• [Your instructions]
Nothing but the lines holding the string "outcome" should appear in the answer. Copy them from the entries.

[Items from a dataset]
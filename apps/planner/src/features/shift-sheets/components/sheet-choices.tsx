import type { SheetPlan } from '@millrace/contracts';
import { formatShortDay } from '../sheet-words';

/** Choose the plan version, the week and (optionally) one work center; the choice lives in the URL. */
export function SheetChoices({
  plans,
  planId,
  week,
  weeks,
  workCenter,
  onChange,
}: {
  plans: SheetPlan[];
  planId: number;
  week: string | undefined;
  weeks: string[];
  workCenter: string | undefined;
  onChange: (next: { plan?: number; week?: string; workCenter?: string }) => void;
}) {
  const select = 'rounded border border-line bg-panel px-2 py-1 font-normal';
  return (
    <div className="flex flex-wrap items-end gap-4">
      <label className="flex flex-col gap-1 text-sm font-semibold">
        Plan version
        <select className={select} value={planId} onChange={(e) => onChange({ plan: Number(e.target.value) })}>
          {plans.some((p) => p.id === planId) ? null : <option value={planId}>#{planId}</option>}
          {plans.map((p) => (
            <option key={p.id} value={p.id}>
              #{p.id} {p.name} ({p.state})
            </option>
          ))}
        </select>
      </label>
      <label className="flex flex-col gap-1 text-sm font-semibold">
        Week
        <select className={select} value={week ?? weeks[0] ?? ''} onChange={(e) => onChange({ plan: planId, week: e.target.value, workCenter })}>
          {weeks.map((w) => (
            <option key={w} value={w}>
              Week of {formatShortDay(w)} ({w})
            </option>
          ))}
        </select>
      </label>
    </div>
  );
}
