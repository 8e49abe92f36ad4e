import { ProductsListPage } from '@/features/products';
import { useMe } from '@/lib/auth';
import { can } from '@/lib/authorization';

export default function ProductsRoute() {
  const me = useMe();
  return <ProductsListPage canEdit={can(me.data?.role, 'write:master-data')} />;
}
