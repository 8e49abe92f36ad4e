import { queryOptions, useQuery } from '@tanstack/react-query';
import type { Person } from '@millrace/contracts';
import { api } from '@/lib/api-client';

/** GET /api/people (admin): everyone who can sign in, and who could. */
export const getPeople = (): Promise<Person[]> => api.get<Person[]>('/api/people');

export const peopleQueryOptions = () => queryOptions({ queryKey: ['people', 'list'], queryFn: getPeople });

export const usePeople = () => useQuery(peopleQueryOptions());
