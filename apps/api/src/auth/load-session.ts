import type { RequestHandler, Response } from 'express';
import type { AppLucia } from './lucia';

/**
 * Runs on every /api request: validates the session cookie with lucia, refreshes the cookie
 * when lucia extended the session, clears it when the session is gone, and drops the session
 * of a deactivated person at once. Result in res.locals.auth.
 */
export function loadSession(lucia: AppLucia): RequestHandler {
  return async (req, res, next) => {
    res.locals.auth = { person: null, sessionId: null };
    const sessionId = lucia.readSessionCookie(req.headers.cookie ?? '');
    if (!sessionId) return next();
    const { session, user } = await lucia.validateSession(sessionId);
    if (!session || !user) {
      setCookie(res, lucia.createBlankSessionCookie().serialize());
      return next();
    }
    if (!user.active) {
      await lucia.invalidateUserSessions(user.id);
      setCookie(res, lucia.createBlankSessionCookie().serialize());
      return next();
    }
    if (session.fresh) setCookie(res, lucia.createSessionCookie(session.id).serialize());
    res.locals.auth = {
      person: { id: user.id, email: user.email, name: user.name, role: user.role },
      sessionId: session.id,
    };
    next();
  };
}

export function setCookie(res: Response, serialized: string): void {
  res.append('Set-Cookie', serialized);
}
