import { LessThan, MoreThan, type EntityManager } from 'typeorm';
import { SignInAttemptEntity } from '../db/entities/sign-in-attempt.entity';

/**
 * Failed sign-ins are stored in MariaDB (table sign_in_attempt), so the limit holds across
 * several API processes. Within `windowMs`, at most `maxFailuresPerEmailAndIp` failures for one
 * e-mail from one address and `maxFailuresPerIp` from one address over all e-mails; beyond
 * that, sign-in answers 429 with Retry-After until the oldest counted failure leaves the window.
 * (Thresholds: common practice, no source.)
 */
export const signInLimits = {
  windowMs: 15 * 60 * 1000,
  maxFailuresPerEmailAndIp: 5,
  maxFailuresPerIp: 100,
} as const;

export type SignInAllowance = { outcome: 'allowed' } | { outcome: 'limited'; retryAfterSeconds: number };

export async function checkSignInAllowance(db: EntityManager, email: string, ip: string, now = new Date()): Promise<SignInAllowance> {
  const repo = db.getRepository(SignInAttemptEntity);
  const since = new Date(now.getTime() - signInLimits.windowMs);
  const checks: Array<{ where: object; max: number }> = [
    { where: { email, ip, attemptedAt: MoreThan(since) }, max: signInLimits.maxFailuresPerEmailAndIp },
    { where: { ip, attemptedAt: MoreThan(since) }, max: signInLimits.maxFailuresPerIp },
  ];
  let retryAfterMs = 0;
  for (const { where, max } of checks) {
    const recent = await repo.find({ where, order: { attemptedAt: 'DESC' }, take: max, select: { attemptedAt: true } });
    if (recent.length >= max) {
      // The oldest of the last `max` failures must leave the window before one more is allowed.
      const oldest = recent[recent.length - 1].attemptedAt.getTime();
      retryAfterMs = Math.max(retryAfterMs, oldest + signInLimits.windowMs - now.getTime());
    }
  }
  return retryAfterMs > 0 ? { outcome: 'limited', retryAfterSeconds: Math.max(1, Math.ceil(retryAfterMs / 1000)) } : { outcome: 'allowed' };
}

export async function recordSignInFailure(db: EntityManager, email: string, ip: string, now = new Date()): Promise<void> {
  const repo = db.getRepository(SignInAttemptEntity);
  await repo.insert({ email, ip, attemptedAt: now });
  // Keep the table small: forget failures that left the window.
  await repo.delete({ attemptedAt: LessThan(new Date(now.getTime() - signInLimits.windowMs)) });
}

export async function clearSignInFailures(db: EntityManager, email: string, ip: string): Promise<void> {
  await db.getRepository(SignInAttemptEntity).delete({ email, ip });
}
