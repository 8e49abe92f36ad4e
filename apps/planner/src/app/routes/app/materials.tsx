import { MaterialsListPage } from '@/features/materials';
import { useMe } from '@/lib/auth';
import { can } from '@/lib/authorization';

export default function MaterialsRoute() {
  const me = useMe();
  return <MaterialsListPage canEdit={can(me.data?.role, 'write:master-data')} />;
}
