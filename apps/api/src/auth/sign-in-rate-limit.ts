import type { EntityManager } from 'typeorm';
import { SignInAttemptEntity } from '../db/entities/sign-in-attempt.entity';
import { checkAttemptAllowance, recordAttempt, type AttemptAllowance, type AttemptLimits } from './attempt-rate-limit';

/**
 * Failed sign-ins are stored in MariaDB (table sign_in_attempt), so the limit holds across
 * several API processes. Within `windowMs`, at most `maxFailuresPerEmailAndIp` failures for one
 * e-mail from one address and `maxFailuresPerIp` from one address over all e-mails; beyond
 * that, sign-in answers 429 with Retry-After until the oldest counted failure leaves the window.
 * (Thresholds: common practice, no source.)
 */
export const signInLimits = {
  windowMs: 15 * 60 * 1000,
  maxFailuresPerEmailAndIp: 5,
  maxFailuresPerIp: 100,
} as const;

const limits: AttemptLimits = {
  windowMs: signInLimits.windowMs,
  maxPerEmailAndIp: signInLimits.maxFailuresPerEmailAndIp,
  maxPerIp: signInLimits.maxFailuresPerIp,
};

export type SignInAllowance = AttemptAllowance;

export function checkSignInAllowance(db: EntityManager, email: string, ip: string, now = new Date()): Promise<SignInAllowance> {
  return checkAttemptAllowance(db, SignInAttemptEntity, limits, email, ip, now);
}

export function recordSignInFailure(db: EntityManager, email: string, ip: string, now = new Date()): Promise<void> {
  return recordAttempt(db, SignInAttemptEntity, limits, email, ip, now);
}

export async function clearSignInFailures(db: EntityManager, email: string, ip: string): Promise<void> {
  await db.getRepository(SignInAttemptEntity).delete({ email, ip });
}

• [Finished task]
export type SignInAllowance = { outcome: 'allowed' } | { outcome: 'limited'; retryAfterSeconds: number };
  return retryAfterMs > 0 ? { outcome: 'limited', retryAfterSeconds: Math.max(1, Math.ceil(retryAfterMs / 1000)) } : { outcome: 'allowed' };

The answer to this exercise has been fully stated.